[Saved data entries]
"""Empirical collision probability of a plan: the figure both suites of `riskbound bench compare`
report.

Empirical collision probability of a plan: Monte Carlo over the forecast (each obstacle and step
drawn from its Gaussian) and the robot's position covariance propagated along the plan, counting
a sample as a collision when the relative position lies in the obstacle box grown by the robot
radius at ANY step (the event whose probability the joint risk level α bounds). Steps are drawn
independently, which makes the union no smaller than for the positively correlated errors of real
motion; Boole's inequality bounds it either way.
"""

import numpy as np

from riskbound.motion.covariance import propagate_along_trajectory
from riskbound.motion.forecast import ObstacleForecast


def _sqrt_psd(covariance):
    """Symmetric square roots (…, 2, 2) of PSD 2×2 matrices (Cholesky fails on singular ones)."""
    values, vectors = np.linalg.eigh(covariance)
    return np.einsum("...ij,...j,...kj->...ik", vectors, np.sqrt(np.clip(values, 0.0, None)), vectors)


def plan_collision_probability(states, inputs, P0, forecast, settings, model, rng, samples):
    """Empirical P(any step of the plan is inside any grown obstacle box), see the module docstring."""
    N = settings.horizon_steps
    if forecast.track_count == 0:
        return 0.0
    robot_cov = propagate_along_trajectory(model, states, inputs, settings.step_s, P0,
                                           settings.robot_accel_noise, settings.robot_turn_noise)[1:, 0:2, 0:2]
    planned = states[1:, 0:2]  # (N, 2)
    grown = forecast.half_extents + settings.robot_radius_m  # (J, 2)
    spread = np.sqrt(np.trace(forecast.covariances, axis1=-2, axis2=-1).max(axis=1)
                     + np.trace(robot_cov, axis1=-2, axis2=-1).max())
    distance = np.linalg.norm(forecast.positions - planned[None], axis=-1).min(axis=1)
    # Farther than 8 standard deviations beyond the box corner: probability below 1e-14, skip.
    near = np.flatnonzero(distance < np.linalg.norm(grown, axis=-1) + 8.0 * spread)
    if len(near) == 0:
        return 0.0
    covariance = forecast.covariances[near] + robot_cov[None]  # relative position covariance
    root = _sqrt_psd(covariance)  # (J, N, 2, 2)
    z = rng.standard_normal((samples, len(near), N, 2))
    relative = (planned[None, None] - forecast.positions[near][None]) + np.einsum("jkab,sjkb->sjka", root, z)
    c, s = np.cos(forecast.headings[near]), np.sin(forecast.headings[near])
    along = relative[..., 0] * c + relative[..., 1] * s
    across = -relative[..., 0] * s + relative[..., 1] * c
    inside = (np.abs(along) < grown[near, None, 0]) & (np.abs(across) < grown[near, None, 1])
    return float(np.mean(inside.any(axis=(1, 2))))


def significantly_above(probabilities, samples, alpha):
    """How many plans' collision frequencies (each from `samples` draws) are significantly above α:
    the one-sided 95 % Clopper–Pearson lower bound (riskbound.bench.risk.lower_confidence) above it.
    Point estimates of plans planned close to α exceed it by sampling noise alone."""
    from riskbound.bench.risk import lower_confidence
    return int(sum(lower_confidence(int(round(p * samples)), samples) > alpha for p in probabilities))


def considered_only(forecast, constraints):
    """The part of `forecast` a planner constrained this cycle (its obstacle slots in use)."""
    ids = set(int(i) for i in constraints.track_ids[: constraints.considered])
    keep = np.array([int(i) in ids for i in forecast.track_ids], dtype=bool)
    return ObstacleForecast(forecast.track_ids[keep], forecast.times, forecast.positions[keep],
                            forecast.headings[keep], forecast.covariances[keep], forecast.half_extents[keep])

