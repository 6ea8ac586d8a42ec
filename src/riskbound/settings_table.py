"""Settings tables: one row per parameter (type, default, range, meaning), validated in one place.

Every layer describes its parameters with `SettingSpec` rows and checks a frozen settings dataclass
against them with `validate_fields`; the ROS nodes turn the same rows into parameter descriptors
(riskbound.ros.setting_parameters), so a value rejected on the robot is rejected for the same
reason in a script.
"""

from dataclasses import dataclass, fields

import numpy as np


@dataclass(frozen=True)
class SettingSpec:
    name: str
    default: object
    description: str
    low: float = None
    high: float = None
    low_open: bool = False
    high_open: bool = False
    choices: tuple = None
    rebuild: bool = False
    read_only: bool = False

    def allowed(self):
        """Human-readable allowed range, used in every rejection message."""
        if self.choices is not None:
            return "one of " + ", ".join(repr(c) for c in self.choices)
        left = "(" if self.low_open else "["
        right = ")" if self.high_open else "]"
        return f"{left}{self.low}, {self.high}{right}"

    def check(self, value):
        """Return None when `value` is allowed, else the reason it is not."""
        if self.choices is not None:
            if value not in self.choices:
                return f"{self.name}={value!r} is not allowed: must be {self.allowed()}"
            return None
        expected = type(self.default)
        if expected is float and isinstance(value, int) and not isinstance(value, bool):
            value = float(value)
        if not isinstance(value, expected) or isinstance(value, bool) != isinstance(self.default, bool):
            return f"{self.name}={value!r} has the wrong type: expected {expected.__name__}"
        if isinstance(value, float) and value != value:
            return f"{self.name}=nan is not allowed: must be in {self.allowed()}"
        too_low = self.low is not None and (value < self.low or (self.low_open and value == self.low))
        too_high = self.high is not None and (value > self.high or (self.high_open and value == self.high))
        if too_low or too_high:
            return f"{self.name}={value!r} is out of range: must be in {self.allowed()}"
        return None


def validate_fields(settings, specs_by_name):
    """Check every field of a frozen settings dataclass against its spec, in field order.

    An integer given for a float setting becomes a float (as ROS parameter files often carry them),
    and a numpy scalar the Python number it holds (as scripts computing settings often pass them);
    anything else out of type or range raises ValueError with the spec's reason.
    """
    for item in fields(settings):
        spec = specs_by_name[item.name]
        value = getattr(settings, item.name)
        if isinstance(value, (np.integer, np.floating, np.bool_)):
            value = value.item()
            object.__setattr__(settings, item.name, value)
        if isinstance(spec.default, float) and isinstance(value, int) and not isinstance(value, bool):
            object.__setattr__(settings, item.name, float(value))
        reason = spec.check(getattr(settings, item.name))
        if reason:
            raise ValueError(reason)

• [Task to complete]: Select every line in the records above that contains the word "right".

• [Task output]:
        right = ")" if self.high_open else "]"
        return f"{left}{self.low}, {self.high}{right}"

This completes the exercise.